Normally, a foreign object is engulfed by a white blood cell, then take to the liver to be disposed of. When it's too big, the white blood cells, and certain antibodies will break the substance apart. This turns it into smaller pieces, which the white blood cells can move into liver to under go further metabolism or to be excreted.

The two I was reading about had a molecular structure that was too big to move, and couldn't be broken down by white blood cells, or antibodies. Therefore it just sits in the lungs. They also described the molecule being like a piece of glass in your lung tissue. Because it just sits there, as the tissue is moving, it actually tears and cuts the tissue apart - causing internal bleeding and scar tissue build up.

The lungs are able to expel some of these through exhalation, but the ones that don't (those certain hydrocarbon) can sit in your lungs for years without the body being able to do a thing about it.

These are the ones that are particularly cancerous. But as Ebola said, constant exposure causes irreparable damage overtime.

Don't fool yourself into believing that Hydrocarbons aren't as dangerous or cancerous, just because the body "removes them easily." It doesn't really matter what the smoke is made of.
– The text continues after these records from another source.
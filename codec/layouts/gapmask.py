"""Gaps in the sensor stream: the ``refuse`` / ``fill`` / ``mark`` policies and the gap-mask frame.

* ``refuse``: a NaN or infinite sample is an input error (the default).
* ``fill``: missing samples are replaced by linear interpolation between the
  nearest known samples of the same channel (held flat at the edges); the
  report says how many.  The receiver cannot tell them from data.
* ``mark``: missing samples are filled the same way for the coder, and the
  receiver is told which positions were missing, so it reproduces them as NaN
  exactly.  A data frame holding gaps travels *inside* a gap-mask frame, with
  the runs of missing samples of all its windows and channels: mask and data
  arrive together or not at all, so the receiver can never hand out
  interpolated values as data.  Data frames keep their normal grouping (and
  the frame-scope budget), so marking costs the wrapper and the runs only.
  This works beside every data layout version (the inner frame is a data
  frame of any version).

Gap-mask frame, format 1 (its own frame kind; the envelope rule knows its length field)::

    sync(16) | kind(4) = 15 | format(4) = 1 | length(16)
    | inner: the data frame's bytes after its sync marker, without its CRC
    | runs_minus_1 (EG0) | runs x [start(sb) | count_minus_1 (EG0)]
    | zero padding to a byte | crc(16)

All fields unsigned, MSB first; EG0 is order-0 exponential Golomb.
``length`` counts the whole gap-mask frame, sync to CRC.  The inner frame's
own length field (the frame as it would travel alone, with sync and CRC)
says where it ends.  The runs index the inner frame's samples: its
subframes in the order the frame carries them, each contributing its valid
samples, P in all; ``sb`` = ``bit_length(P - 1)``.  Runs are maximal
(increasing, neither overlapping nor touching) and may cross window and
channel boundaries.  The CRC is CRC-16/IBM-3740 over the implicit profile
prefix (``FrameKey``) then every byte after the sync marker up to the CRC;
it is the only CRC of the frame: the inner frame travels without its sync
marker and CRC, so no part of a damaged gap-mask frame can pass for a data
frame on its own.
"""

from __future__ import annotations

import numpy as np

from .._errors import InputError
from ..entropy.bits import BitReader, pack_fields
from ..entropy.rice import exp_golomb_fields, read_unary
from .crc import crc16_ibm3740
from .envelope import GAP_KIND, SYNC, frame_extent

__all__ = [
    "GAP_POLICIES",
    "GAP_FORMAT",
    "MAX_GAP_FRAME_BYTES",
    "fill_gaps",
    "mask_runs",
    "pack_gap_frame",
    "unwrap_gap_frame",
    "read_gap_runs",
]

GAP_POLICIES = ("refuse", "fill", "mark")

#: The format nibble after the kind: 1 wraps one whole data frame (0 was the older
#: one-window format with a fixed header, no longer written or read).
GAP_FORMAT = 1
#: Bytes before the inner frame: sync, kind and format, length.
_GAP_HEAD_BYTES = len(SYNC) + 3
_CRC_BYTES = 2
#: Frames this long do not fit the 16-bit length field.
MAX_GAP_FRAME_BYTES = 65535


def fill_gaps(x: np.ndarray, empty: bool = False,
              where: str = "input") -> tuple[np.ndarray, np.ndarray]:
    """Interpolate the non-finite samples of every channel; return ``(filled, missing)``.

    Linear interpolation between the nearest known samples (``numpy.interp``),
    held flat before the first and after the last known sample.  A channel with
    no known sample cannot be filled and raises :class:`InputError`, unless
    ``empty`` (the ``mark`` policy, where such values are never shown) fills it with 0.
    """
    missing = ~np.isfinite(x)
    if not missing.any():
        return x, missing
    out = np.where(missing, 0.0, x)
    pos = np.arange(x.shape[0])
    for c in np.flatnonzero(missing.any(axis=0)):  # loop over channels, each whole-array
        known = ~missing[:, c]
        if not known.any():
            if empty:
                continue
            raise InputError(f"channel {c} has no finite sample at all; nothing to fill from",
                             where)
        out[missing[:, c], c] = np.interp(pos[missing[:, c]], pos[known], x[known, c])
    return out, missing


def mask_runs(mask: np.ndarray) -> tuple[np.ndarray, np.ndarray]:
    """Starts and lengths of the runs of True in a 1-D boolean ``mask``."""
    edge = np.diff(np.concatenate([[0], mask.astype(np.int8), [0]]))
    start = np.flatnonzero(edge == 1)
    stop = np.flatnonzero(edge == -1)
    return start, stop - start


def pack_gap_frame(frame: bytes, missing: np.ndarray, key) -> bytes:
    """The gap-mask frame wrapping data ``frame`` whose samples ``missing`` marks (True = gap).

    ``frame`` is one complete data frame (sync to CRC) of any layout version;
    ``missing`` has one entry per sample it carries, subframe by subframe in
    the frame's order, each subframe's valid samples only.  ``key``
    (:class:`codec.layouts.envelope.FrameKey`) is the profile's share of the CRC.
    Raises :class:`InputError` when the result would not fit the 16-bit length.
    """
    start, count = mask_runs(np.asarray(missing, dtype=bool))
    if not start.size:
        raise ValueError("a gap-mask frame needs at least one missing sample")
    sb = int(missing.size - 1).bit_length()
    eg_r = exp_golomb_fields(np.array([start.size - 1]))
    eg_c = exp_golomb_fields(count - 1)
    values = np.concatenate([eg_r[0], np.stack(
        [start.astype(np.uint64), eg_c[0][0::2], eg_c[0][1::2]], axis=1).reshape(-1)])
    widths = np.concatenate([eg_r[1], np.stack(
        [np.full(start.size, sb), eg_c[1][0::2], eg_c[1][1::2]], axis=1).reshape(-1)])
    runs = pack_fields(values, widths).tobytes()
    inner = bytes(frame[len(SYNC) : -_CRC_BYTES])
    length = _GAP_HEAD_BYTES + len(inner) + len(runs) + _CRC_BYTES
    if length > MAX_GAP_FRAME_BYTES:
        raise InputError(f"a data frame with gaps would need a {length}-byte gap-mask frame "
                         f"(at most {MAX_GAP_FRAME_BYTES}); use fewer windows per frame or "
                         "one channel per frame with --gaps mark", "profile")
    body = bytes([(GAP_KIND << 4) | GAP_FORMAT]) + length.to_bytes(2, "big") + inner + runs
    return SYNC + body + crc16_ibm3740(key.prefix(length) + body).to_bytes(2, "big")


def unwrap_gap_frame(frame: bytes) -> tuple[bytes, int] | str:
    """The inner data frame of a CRC-checked gap-mask frame and the bit where its runs start.

    The inner frame comes back whole, as it would travel alone, its CRC field
    zero (nothing checks it: the gap-mask frame's CRC covers it).  Returns a
    string saying why when the frame is refused: a format other than 1, a
    length field that is not the frame's size, inner bytes that are not one
    data frame (of a known version, not itself a gap-mask frame) ending
    before the runs.
    """
    size = len(frame)
    if size < _GAP_HEAD_BYTES + _CRC_BYTES + 3:
        return "gap frame shorter than its header"
    if frame[len(SYNC)] & 0x0F != GAP_FORMAT:
        return f"gap frame of format {frame[len(SYNC)] & 0x0F}; this decoder reads format 1"
    if int.from_bytes(frame[3:5], "big") != size:
        return "gap frame length field does not match its size"
    rest = SYNC + bytes(frame[_GAP_HEAD_BYTES : size - _CRC_BYTES])
    if rest[len(SYNC)] >> 4 == GAP_KIND:
        return "gap frame wraps a gap frame"
    inner_len = frame_extent(memoryview(rest), 0)
    # the inner frame alone is sync + body + CRC; the runs take at least one byte after it
    if inner_len is None or inner_len - _CRC_BYTES >= len(rest):
        return "gap frame's inner bytes are not one data frame followed by runs"
    inner = rest[: inner_len - _CRC_BYTES] + bytes(_CRC_BYTES)
    return inner, 8 * (_GAP_HEAD_BYTES + inner_len - len(SYNC) - _CRC_BYTES)


def read_gap_runs(frame: bytes, bit: int, samples: int) -> np.ndarray | str:
    """The missing-sample mask (``samples`` long) coded from ``bit`` to the CRC of ``frame``.

    Every count read from the wire is bounded before use: the run count by
    what ``samples`` allows and by the bits left, each run's length by
    ``samples``; runs must increase without overlapping or touching, end
    inside the samples, and the runs with their zero padding must fill the
    frame exactly.  Returns a string saying why when they do not.
    """
    limit = 8 * (len(frame) - _CRC_BYTES)  # bits before the CRC
    if samples < 1:
        return "gap frame wraps a frame without samples"
    sb = int(samples - 1).bit_length()
    cap = int(samples).bit_length()  # an EG0 prefix longer than this codes a count > samples
    rd = BitReader(frame)
    z = int(read_unary(rd, np.array([bit]), cap)[0])
    if z > cap or bit + 2 * z + 1 > limit:
        return "gap frame claims more runs than its samples allow"
    runs = int(rd.read(np.array([bit + z]), z + 1)[0])  # runs - 1 + 1
    bit += 2 * z + 1
    if runs > (samples + 1) // 2 or bit + runs * (sb + 1) > limit:
        return f"gap frame claims {runs} runs in {samples} samples"
    start = np.zeros(runs, np.int64)
    count = np.zeros(runs, np.int64)
    for i in range(runs):  # bounded above by the bits left; each run reads two fields
        start[i] = rd.read(np.array([bit]), sb)[0]
        bit += sb
        z = int(read_unary(rd, np.array([bit]), cap)[0])
        if z > cap or bit + 2 * z + 1 > limit:
            return "gap frame run longer than its samples"
        count[i] = rd.read(np.array([bit + z]), z + 1)[0]
        bit += 2 * z + 1
    stop = start + count
    if stop[-1] > samples or (start[1:] <= stop[:-1]).any():
        return "gap frame runs overlap, touch or pass the frame's samples"
    if limit - bit >= 8 or (limit > bit and rd.read(np.array([bit]), limit - bit)[0]):
        return "gap frame runs do not fill it up to its zero padding"
    mask = np.zeros(samples, dtype=bool)
    cover = np.repeat(start - (np.cumsum(count) - count), count) + np.arange(int(count.sum()))
    mask[cover] = True
    return mask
It's been retested, and reconfirmed everytime in every study over the past 120 years. Inhaling smoke can cause cancer. Period. No ifs, ands or buts. If you're inhaling smoke, eventually you're going to get cancer.

@ebola Even the studies provided stated that CB agonism isn't going to stop cancer in a moderate to heavy user. It merely states the users that only use once in a while (light users) have no increased risk if cancer.
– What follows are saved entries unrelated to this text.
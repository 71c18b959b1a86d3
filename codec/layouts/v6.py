"""Frame layout version 6: layout 5 with a choice of basis per channel and frame.

Version 6 is version 5 bit for bit except the version field and, when the
profile's basis has an alternate (:func:`codec.transform.bases.alternate_basis`:
the Haar basis beside the DCT at a power-of-two N), one more bit at the end
of each channel's first subframe header in the frame: 1 when every window of
that channel in the frame is coded on the alternate basis.  Written down bit
by bit in ``FRAME_LAYOUT.md`` ("Version 6").

The encoder moves a budget block (frame scope) to the alternate basis when
its estimated bits there are clearly fewer (``codec.encoder``); a block on
the alternate basis is never predicted.
"""

from __future__ import annotations

from .registry import register_layout
from .v3 import SWITCH_VERSION, Layout3

__all__ = ["LAYOUT_VERSION_6", "LAYOUT_6", "layout6"]

#: Version 6: version 5 with a basis switch per channel and frame.
LAYOUT_VERSION_6 = SWITCH_VERSION


def layout6() -> Layout3:
    """Layout 6: the routines of layout 3 with the prediction fields and the basis bit.

    Examples
    --------
    >>> lay = layout6()
    >>> lay.version, lay.predicts, lay.switches_basis, lay.has_trellis
    (6, True, True, False)
    """
    return Layout3(version=LAYOUT_VERSION_6, predicts=True, switches_basis=True)


LAYOUT_6 = register_layout(layout6())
From what I've read, the same thing goes for smoking cigarettes. Light users have a very decreased likelihood of developing cancer.

TL;DR - Smoke is cancerous. Period. Doesn't matter what "kind" of smoke it is. If it's been burned, and you're inhaling it - it's going to cause cancer. Science has proved that, again and again. If you don't believe, or can't accept that, then that's your problem, not science's.